Doors closing. Please stand clear. … L18
L18 – I think this is a very clever three-way closure – closure in the train announcement, closure in what she is saying in her mind-dialogue (L13), and closure to the poem.

Melinda Smith 2013


I love the duality of the interplay between a passenger waiting for a train and the station announcements on the train service. And who has not been in a similar situation. Expecting a train to arrive on time only to be thwarted by continual delay. Well, what do you do while you are waiting … talk with others, go for coffee, look at the station Ads, play with your mobile or just stand in thought … and what you think at the time may not always be poetic if annoyed at having to wait!

In the publication there are gaps of blank lines between lines. I think this is intentional to highlight the waiting situation experienced on the station. In other poems of this nature it is common to differentiate voices using italics or changes in font. By not doing this it adds to the mystery of the station environment and it leaves the poem open to different interpretation. The last line also adds some mystery in that we don’t actually know if this is her train and she is about to enter. But does this really matter? A good poem should always make the reader think.
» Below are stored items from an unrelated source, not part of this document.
"""A year of the stage: hours, throughput and loss of every mission, and the hours of standby and parking."""

from __future__ import annotations

from collections.abc import Iterable

import numpy as np

from tideleg.contract import Point
from tideleg.outcome import MissionResult, MissionYear, Year
from tideleg.plan import Plan
from tideleg.stage import Stage

HOURS = 8766.0
"""Of a mean year of 365.25 days."""


def year_of(plan: Plan, stage: Stage, results: Iterable[MissionResult]) -> Year:
    """Return the year that the plan's missions and standby hours make.

    Raises
    ------
    PlanError
        If they do not fit into one.
    """
    rows = []
    for index, result in enumerate(results):
        hours = result.passes_per_year * float(result.steps["duration_s"].sum()) / 3600.0
        rows.append((result, hours))
        if hours > HOURS * (1.0 + 1e-9):
            what = f"{result.passes_per_year:g} passes last {hours:.5g} h; a year has {HOURS:g} h: give fewer passes"
            raise plan.fault(f"mission.{index}.passes_per_year", what)
    busy = sum(hours for _, hours in rows)
    standby = plan.year.standby_hours
    if busy + standby > HOURS * (1.0 + 1e-9):
        what = f"missions ({busy:.5g} h) and standby ({standby:.5g} h) together exceed the {HOURS:g} h of a year"
        raise plan.fault("year.standby_hours" if standby > 0.0 else "mission.0.passes_per_year", what)
    standing = standby_power(stage) * standby / 1e3
    whole = standing + sum(r.passes_per_year * r.energy.loss_j for r, _ in rows) / 3.6e6
    missions = tuple(_row(result, hours, whole) for result, hours in rows)
    share = standing / whole if whole > 0.0 else 0.0
    return Year(missions, standby, standing, share, HOURS - busy - standby)


def _row(result: MissionResult, hours: float, whole: float) -> MissionYear:
    loss = result.passes_per_year * result.energy.loss_j / 3.6e6
    return MissionYear(
        result.name,
        result.passes_per_year,
        hours,
        result.passes_per_year * result.energy.throughput_j / 3.6e6,
        loss,
        loss / whole if whole > 0.0 else 0.0,
    )


def standby_power(stage: Stage) -> float:
    """Return what the stage draws with its gates off and no current: the power of its control [W]."""
    one, none = np.ones((1, 1)), np.zeros((1, 1))
    point = Point(400.0 * one, 800.0 * one, none, none, np.zeros((1, 1), dtype=bool), np.zeros((1, 1), dtype=np.int64))
    held = stage.by_name(25.0 * np.ones((len(stage.seated), 1, 1)), np.array([25.0]), (1, 1))
    terms = stage.losses(point, held).by_term
    return float(sum(watts[0, 0] for (part, _), watts in terms.items() if part == "control"))
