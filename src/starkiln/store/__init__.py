"""Files: data tables that carry their source, and writes that are never half done.

`read_data_table` reads the project's own ECSV tables and refuses one without
unit, description, reference, licence and retrieval date; `atomic_write` writes
any file whole or not at all; `write_table` writes a table so in one of `FORMATS`,
the same bytes for the same table.
"""

from starkiln.store._atomic import atomic_write
from starkiln.store._data import data_path, read_data_table
from starkiln.store._read import read_table, table_name
from starkiln.store._tables import FORMATS, table_bytes, write_table

__all__ = [
    "FORMATS",
    "atomic_write",
    "data_path",
    "read_data_table",
    "read_table",
    "table_bytes",
    "table_name",
    "write_table",
]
In that regard others that have reviewed this poem have commented that the poem is a ‘memento mori’  poem – a reminder of death and mortality ‘Passengers are reminded’. Life being a journey. And that we try to fill our mind with other things to avoid thinking about death. This is the reason there are lines with incidental ‘noise’ and why the penultimate line is ‘my mind is still not full enough’ – seeing the waiting woman as one who does not want to think about death and the death of the person. But the final line makes it clear that there is no avoiding the inevitable separation – with every death the doors close and the rest of us just have to stand clear.

I must admit I had not thought of the poem in that light concentrating my focus on her need to be at the funeral and perhaps not being able to say her final good-bye in the company with friends.  But taking this direction it is certainly not her actual train that is moving off and the woman continues to wait – whether or not thinking of her own mortality in the meantime.

A wonderful thought provoking poem to include as the first poem in Melinda’s book.